=== Exercise ===
Entries follow. Return each line that contains the word "True".

(Stored data)
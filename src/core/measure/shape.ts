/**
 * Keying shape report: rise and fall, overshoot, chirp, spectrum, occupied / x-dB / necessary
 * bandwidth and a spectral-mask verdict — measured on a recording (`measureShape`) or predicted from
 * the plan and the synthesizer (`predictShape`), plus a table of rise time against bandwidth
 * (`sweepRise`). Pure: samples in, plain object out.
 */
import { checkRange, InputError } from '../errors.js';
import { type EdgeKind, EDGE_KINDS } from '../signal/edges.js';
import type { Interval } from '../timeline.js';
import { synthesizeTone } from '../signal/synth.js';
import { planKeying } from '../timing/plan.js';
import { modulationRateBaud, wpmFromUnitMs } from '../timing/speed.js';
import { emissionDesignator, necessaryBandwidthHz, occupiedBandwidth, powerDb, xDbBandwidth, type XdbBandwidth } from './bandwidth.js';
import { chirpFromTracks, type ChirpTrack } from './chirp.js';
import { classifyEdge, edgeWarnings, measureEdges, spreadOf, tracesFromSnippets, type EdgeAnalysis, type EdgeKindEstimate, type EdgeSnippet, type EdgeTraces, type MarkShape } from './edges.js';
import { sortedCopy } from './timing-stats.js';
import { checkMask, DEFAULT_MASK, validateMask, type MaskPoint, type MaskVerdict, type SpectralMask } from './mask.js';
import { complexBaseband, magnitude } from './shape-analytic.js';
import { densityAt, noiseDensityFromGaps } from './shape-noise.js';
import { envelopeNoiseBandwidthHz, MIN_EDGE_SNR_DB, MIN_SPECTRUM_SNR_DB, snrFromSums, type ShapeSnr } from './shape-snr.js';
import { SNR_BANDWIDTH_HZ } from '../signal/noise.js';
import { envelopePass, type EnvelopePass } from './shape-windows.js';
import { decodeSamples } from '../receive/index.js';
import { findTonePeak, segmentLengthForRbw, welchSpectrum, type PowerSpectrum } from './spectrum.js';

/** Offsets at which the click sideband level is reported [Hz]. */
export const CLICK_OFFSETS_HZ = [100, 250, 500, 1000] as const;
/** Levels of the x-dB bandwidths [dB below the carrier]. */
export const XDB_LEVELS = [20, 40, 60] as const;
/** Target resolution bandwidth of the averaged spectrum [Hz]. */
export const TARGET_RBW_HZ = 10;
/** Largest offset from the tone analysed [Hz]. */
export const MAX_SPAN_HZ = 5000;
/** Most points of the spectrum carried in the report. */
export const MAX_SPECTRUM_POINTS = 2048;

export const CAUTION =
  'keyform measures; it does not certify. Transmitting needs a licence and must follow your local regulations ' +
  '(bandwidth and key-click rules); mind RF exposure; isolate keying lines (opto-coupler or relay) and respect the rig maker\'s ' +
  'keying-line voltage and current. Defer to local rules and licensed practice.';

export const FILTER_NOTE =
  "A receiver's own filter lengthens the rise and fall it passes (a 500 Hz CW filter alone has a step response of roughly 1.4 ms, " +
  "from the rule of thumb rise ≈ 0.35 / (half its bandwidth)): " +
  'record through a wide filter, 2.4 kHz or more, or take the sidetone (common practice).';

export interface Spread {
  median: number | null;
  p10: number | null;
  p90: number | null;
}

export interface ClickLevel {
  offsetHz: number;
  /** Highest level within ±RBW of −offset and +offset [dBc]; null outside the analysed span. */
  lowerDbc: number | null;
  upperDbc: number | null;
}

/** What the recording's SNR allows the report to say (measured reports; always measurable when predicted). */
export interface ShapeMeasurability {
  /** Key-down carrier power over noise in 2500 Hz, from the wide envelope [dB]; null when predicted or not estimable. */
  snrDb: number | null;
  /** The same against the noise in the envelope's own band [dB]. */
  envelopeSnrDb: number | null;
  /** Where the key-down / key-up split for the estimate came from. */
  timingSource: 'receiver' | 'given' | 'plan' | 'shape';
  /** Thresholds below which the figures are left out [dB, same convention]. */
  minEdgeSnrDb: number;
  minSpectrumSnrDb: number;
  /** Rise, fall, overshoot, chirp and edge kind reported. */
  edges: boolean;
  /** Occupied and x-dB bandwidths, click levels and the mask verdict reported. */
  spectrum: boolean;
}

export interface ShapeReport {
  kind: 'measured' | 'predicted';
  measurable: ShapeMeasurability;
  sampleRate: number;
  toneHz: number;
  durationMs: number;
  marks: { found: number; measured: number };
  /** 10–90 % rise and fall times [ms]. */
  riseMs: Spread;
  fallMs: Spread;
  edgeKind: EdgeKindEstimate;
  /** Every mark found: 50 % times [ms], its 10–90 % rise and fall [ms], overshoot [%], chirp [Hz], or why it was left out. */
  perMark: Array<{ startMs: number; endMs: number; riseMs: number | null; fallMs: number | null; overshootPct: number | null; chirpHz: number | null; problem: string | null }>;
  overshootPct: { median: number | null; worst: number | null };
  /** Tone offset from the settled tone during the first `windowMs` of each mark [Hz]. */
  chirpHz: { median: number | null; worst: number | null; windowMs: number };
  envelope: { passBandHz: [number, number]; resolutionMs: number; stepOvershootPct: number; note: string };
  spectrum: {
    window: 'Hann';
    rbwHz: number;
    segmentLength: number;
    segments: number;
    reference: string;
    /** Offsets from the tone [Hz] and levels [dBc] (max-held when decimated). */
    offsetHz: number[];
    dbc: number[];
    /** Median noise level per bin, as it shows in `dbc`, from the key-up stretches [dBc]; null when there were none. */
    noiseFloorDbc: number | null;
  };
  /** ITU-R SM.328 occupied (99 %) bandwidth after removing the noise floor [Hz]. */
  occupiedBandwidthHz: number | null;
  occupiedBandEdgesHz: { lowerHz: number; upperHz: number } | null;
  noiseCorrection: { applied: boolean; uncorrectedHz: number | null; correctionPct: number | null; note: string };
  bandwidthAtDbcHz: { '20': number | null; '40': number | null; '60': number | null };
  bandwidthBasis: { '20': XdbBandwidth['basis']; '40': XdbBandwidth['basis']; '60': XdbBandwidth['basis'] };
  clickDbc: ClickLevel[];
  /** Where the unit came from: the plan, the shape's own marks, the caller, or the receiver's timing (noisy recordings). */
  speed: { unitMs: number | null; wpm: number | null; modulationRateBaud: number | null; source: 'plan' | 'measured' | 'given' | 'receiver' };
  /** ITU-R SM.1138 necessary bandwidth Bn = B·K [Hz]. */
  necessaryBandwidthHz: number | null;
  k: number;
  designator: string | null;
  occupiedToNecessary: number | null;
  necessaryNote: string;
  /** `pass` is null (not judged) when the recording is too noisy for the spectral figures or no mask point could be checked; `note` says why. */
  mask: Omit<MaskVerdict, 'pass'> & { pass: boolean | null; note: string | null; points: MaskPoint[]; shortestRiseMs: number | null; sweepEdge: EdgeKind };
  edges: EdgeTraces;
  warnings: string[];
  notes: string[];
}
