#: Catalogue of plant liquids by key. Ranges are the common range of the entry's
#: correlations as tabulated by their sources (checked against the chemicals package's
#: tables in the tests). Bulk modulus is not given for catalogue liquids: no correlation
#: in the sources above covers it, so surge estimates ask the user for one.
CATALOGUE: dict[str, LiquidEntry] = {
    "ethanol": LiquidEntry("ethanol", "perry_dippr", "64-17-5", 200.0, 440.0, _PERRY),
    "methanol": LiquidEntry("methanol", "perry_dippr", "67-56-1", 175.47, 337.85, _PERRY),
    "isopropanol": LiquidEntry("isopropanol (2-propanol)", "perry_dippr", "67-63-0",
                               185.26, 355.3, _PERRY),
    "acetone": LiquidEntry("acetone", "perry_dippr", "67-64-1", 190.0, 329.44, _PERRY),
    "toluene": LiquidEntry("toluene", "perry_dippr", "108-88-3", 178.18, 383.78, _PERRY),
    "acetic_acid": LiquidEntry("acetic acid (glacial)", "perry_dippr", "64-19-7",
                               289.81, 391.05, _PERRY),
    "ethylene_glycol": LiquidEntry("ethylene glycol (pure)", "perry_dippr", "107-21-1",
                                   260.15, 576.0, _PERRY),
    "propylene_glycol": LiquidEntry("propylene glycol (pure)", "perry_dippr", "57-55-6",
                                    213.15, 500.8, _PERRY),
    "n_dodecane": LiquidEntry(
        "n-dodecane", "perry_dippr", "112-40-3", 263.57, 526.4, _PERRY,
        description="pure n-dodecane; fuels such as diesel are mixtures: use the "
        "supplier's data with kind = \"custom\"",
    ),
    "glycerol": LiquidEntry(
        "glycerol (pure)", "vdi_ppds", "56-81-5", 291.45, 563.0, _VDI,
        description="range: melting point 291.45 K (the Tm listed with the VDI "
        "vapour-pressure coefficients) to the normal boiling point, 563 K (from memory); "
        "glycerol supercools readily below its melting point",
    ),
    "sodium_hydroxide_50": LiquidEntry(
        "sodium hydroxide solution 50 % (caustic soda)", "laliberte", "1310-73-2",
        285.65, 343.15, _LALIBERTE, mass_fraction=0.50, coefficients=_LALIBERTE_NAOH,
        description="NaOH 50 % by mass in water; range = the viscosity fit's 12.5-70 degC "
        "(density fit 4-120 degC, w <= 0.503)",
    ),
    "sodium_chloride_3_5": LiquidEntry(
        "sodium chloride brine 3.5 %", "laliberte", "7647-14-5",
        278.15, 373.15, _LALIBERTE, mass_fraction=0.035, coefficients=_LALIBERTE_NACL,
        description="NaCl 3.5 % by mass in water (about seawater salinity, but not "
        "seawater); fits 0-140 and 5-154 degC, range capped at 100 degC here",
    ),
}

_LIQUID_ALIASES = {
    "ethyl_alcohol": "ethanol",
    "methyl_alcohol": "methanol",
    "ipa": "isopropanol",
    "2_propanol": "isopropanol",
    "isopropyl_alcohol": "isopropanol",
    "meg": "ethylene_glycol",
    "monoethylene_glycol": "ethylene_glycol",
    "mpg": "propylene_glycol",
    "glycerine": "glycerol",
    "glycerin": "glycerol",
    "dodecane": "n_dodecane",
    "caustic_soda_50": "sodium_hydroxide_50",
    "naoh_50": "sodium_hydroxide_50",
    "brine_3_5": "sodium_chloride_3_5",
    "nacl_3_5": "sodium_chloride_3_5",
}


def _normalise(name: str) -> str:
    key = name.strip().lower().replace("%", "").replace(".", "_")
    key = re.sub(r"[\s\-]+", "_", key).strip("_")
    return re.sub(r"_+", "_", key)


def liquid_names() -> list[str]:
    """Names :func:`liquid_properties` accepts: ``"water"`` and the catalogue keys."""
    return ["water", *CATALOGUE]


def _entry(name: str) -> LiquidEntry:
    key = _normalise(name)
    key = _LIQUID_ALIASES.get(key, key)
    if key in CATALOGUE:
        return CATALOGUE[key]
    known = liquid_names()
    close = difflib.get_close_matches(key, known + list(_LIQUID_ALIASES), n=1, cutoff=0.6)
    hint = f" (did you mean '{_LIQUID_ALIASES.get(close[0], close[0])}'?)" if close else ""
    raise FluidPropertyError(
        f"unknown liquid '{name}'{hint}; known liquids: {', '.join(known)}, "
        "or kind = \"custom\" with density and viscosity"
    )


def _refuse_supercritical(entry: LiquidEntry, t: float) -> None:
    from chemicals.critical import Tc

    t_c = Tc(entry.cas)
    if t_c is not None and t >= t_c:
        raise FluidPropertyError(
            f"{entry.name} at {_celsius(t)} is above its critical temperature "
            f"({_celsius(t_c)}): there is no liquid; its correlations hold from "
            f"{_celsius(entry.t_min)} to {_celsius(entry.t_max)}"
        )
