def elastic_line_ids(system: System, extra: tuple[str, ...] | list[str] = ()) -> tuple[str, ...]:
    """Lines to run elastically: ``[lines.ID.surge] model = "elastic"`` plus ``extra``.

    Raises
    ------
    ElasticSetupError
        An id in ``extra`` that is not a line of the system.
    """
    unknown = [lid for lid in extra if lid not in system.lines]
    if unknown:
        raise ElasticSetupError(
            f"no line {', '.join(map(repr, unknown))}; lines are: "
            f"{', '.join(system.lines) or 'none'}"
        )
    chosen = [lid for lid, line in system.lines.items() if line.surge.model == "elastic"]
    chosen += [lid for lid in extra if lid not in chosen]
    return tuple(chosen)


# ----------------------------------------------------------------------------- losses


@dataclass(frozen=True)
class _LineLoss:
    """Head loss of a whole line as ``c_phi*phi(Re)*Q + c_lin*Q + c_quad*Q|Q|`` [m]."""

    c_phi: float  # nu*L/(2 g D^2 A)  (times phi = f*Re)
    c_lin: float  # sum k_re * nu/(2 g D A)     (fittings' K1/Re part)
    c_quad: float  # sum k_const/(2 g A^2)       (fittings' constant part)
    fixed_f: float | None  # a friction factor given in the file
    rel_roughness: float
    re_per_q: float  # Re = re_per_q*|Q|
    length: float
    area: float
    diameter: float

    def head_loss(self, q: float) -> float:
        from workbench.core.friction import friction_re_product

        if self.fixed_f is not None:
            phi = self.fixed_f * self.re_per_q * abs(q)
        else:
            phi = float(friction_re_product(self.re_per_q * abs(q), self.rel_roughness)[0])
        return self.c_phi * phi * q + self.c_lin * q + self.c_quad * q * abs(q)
* * *
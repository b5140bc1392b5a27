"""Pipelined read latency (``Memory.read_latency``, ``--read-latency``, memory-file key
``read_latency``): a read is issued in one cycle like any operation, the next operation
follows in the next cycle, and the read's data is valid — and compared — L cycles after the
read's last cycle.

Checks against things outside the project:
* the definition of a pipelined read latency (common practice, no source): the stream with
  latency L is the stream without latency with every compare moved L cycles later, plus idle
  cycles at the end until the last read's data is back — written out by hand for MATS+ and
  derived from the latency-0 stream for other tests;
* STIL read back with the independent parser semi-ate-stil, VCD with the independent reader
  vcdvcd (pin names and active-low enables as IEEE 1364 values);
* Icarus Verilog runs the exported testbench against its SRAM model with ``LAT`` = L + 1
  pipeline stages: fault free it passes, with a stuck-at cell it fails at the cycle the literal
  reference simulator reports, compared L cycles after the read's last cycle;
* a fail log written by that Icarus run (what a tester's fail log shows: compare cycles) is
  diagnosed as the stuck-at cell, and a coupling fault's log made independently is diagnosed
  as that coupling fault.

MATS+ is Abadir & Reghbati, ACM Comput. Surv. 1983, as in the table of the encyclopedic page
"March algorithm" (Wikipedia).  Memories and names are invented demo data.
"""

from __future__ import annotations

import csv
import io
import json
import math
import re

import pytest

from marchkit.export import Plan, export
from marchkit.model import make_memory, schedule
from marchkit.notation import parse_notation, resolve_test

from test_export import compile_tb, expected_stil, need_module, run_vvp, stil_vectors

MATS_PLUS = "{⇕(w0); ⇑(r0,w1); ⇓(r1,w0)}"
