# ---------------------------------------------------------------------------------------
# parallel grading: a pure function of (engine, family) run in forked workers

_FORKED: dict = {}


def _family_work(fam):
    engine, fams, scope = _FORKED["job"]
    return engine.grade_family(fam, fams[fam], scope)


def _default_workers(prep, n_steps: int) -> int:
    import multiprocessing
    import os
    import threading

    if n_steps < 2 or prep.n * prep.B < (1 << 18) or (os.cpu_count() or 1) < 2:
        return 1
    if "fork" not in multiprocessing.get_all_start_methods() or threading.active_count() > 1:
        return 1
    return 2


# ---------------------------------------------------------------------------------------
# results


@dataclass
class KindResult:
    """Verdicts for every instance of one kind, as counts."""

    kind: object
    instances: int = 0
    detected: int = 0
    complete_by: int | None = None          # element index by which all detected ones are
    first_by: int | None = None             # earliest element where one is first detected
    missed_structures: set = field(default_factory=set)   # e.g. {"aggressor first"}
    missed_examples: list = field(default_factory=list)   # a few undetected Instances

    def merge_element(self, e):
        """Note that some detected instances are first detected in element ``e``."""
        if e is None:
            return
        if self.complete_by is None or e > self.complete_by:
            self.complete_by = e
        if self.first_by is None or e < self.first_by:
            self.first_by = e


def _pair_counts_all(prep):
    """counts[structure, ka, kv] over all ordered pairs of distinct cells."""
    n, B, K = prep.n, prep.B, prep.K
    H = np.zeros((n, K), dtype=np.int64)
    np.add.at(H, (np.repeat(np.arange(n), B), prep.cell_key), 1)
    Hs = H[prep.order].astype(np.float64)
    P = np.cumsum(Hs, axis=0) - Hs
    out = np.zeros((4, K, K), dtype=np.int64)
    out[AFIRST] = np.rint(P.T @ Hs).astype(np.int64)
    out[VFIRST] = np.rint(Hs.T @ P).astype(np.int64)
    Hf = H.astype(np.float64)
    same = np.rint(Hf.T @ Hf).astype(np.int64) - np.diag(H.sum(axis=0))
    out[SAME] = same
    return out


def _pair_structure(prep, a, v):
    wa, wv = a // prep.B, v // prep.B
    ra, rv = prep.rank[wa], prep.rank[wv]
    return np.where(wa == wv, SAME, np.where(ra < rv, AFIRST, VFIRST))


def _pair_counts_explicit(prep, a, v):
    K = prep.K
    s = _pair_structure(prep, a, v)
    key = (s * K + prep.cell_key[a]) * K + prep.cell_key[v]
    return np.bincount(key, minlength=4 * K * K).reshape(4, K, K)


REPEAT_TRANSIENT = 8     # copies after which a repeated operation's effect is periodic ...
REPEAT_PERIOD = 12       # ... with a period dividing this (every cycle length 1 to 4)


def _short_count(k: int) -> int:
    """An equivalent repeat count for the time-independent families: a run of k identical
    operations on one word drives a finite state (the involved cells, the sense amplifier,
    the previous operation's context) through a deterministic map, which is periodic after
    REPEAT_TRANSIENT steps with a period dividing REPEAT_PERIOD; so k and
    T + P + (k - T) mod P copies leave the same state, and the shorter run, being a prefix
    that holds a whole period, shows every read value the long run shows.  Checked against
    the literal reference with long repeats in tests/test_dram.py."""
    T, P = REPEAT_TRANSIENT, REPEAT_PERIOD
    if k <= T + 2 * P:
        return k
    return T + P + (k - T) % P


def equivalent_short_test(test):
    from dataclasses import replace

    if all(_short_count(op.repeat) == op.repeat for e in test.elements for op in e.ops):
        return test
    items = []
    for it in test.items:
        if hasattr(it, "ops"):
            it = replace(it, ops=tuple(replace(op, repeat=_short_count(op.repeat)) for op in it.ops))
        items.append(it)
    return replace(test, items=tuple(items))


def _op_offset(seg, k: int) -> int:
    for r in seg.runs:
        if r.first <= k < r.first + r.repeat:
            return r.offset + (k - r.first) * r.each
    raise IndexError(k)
...
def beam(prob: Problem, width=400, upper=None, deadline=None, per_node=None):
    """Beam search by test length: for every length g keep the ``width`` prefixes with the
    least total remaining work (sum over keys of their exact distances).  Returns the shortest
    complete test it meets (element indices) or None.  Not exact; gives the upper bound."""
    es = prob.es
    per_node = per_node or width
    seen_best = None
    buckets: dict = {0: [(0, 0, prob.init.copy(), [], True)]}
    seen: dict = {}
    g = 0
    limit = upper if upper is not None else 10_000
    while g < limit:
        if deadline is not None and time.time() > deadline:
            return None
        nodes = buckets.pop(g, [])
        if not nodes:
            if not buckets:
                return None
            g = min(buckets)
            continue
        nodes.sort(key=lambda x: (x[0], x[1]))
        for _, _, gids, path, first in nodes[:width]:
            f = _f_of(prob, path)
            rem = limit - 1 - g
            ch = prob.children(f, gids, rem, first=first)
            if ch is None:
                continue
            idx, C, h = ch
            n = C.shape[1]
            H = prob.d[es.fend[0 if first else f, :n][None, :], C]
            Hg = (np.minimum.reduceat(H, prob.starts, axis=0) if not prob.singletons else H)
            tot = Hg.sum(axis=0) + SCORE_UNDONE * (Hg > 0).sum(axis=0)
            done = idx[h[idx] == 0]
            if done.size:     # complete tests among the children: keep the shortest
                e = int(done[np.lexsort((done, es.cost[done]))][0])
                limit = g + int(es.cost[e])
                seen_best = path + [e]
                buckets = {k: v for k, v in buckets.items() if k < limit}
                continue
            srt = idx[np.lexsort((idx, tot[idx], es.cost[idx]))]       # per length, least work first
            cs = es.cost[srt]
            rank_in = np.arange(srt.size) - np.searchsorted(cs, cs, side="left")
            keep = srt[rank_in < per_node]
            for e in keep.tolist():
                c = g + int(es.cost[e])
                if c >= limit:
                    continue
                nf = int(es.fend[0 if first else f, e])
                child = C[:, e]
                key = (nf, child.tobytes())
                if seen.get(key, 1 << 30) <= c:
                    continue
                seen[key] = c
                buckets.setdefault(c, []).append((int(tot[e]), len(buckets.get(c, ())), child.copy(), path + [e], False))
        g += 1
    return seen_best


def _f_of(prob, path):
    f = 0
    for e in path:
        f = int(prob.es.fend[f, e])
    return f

=== Output of the exercise ===
@dataclass(frozen=True)
    buckets: dict = {0: [(0, 0, prob.init.copy(), [], True)]}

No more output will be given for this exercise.